RECORDS FOR THE EXERCISE:
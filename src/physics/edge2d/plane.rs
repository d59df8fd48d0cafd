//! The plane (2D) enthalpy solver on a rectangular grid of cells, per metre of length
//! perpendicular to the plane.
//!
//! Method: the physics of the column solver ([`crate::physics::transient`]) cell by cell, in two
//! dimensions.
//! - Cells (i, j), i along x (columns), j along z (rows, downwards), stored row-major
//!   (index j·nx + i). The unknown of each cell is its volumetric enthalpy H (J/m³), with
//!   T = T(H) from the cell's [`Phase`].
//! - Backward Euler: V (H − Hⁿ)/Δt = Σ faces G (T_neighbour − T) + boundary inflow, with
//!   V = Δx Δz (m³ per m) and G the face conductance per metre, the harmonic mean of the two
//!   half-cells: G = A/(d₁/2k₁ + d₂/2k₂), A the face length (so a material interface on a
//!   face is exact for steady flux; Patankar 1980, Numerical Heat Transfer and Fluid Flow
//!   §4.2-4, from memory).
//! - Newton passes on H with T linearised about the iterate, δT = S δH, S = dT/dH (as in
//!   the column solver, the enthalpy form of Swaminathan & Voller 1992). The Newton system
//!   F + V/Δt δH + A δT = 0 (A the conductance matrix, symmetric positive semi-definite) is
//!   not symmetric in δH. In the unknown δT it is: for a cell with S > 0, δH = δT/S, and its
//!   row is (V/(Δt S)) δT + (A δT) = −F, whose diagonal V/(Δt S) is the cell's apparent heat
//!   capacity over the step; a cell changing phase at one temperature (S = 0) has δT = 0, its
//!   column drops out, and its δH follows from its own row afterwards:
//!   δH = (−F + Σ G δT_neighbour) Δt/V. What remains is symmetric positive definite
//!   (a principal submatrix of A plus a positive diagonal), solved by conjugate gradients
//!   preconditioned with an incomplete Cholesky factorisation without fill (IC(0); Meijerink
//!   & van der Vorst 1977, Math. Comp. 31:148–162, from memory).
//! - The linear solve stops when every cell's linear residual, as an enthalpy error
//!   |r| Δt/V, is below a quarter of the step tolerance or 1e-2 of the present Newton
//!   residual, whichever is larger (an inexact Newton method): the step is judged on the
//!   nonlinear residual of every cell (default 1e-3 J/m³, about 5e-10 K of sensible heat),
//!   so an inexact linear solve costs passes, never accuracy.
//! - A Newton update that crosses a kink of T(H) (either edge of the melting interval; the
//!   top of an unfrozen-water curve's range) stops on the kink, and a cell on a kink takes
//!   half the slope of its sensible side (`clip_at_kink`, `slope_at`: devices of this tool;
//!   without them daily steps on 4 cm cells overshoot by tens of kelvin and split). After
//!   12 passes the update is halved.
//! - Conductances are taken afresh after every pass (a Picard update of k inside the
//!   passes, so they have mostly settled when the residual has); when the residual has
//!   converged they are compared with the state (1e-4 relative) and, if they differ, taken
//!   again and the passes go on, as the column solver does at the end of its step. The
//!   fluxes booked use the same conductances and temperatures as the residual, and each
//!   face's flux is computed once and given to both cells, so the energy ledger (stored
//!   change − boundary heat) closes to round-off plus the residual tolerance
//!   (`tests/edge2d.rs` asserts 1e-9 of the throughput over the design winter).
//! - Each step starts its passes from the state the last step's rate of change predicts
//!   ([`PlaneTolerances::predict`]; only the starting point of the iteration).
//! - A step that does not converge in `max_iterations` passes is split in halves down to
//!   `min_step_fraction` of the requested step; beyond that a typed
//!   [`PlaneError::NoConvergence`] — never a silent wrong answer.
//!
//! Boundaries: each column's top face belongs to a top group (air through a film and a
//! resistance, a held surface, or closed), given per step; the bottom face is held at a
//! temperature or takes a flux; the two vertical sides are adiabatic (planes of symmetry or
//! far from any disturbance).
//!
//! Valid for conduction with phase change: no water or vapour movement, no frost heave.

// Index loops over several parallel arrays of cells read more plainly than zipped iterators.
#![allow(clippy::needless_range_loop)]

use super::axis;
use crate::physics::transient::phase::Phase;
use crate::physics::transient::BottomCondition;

ABOUT THIS TASK:
Which lines run from the one with "residual, and each" through the end of the listing above? Restate them word for word, with nothing else.

FINISHED TASK:
//!   fluxes booked use the same conductances and temperatures as the residual, and each
//!   face's flux is computed once and given to both cells, so the energy ledger (stored
//!   change − boundary heat) closes to round-off plus the residual tolerance
//!   (`tests/edge2d.rs` asserts 1e-9 of the throughput over the design winter).
//! - Each step starts its passes from the state the last step's rate of change predicts
//!   ([`PlaneTolerances::predict`]; only the starting point of the iteration).
//! - A step that does not converge in `max_iterations` passes is split in halves down to
//!   `min_step_fraction` of the requested step; beyond that a typed
//!   [`PlaneError::NoConvergence`] — never a silent wrong answer.
//!
//! Boundaries: each column's top face belongs to a top group (air through a film and a
//! resistance, a held surface, or closed), given per step; the bottom face is held at a
//! temperature or takes a flux; the two vertical sides are adiabatic (planes of symmetry or
//! far from any disturbance).
//!
//! Valid for conduction with phase change: no water or vapour movement, no frost heave.

// Index loops over several parallel arrays of cells read more plainly than zipped iterators.
#![allow(clippy::needless_range_loop)]

use super::axis;
use crate::physics::transient::phase::Phase;
use crate::physics::transient::BottomCondition;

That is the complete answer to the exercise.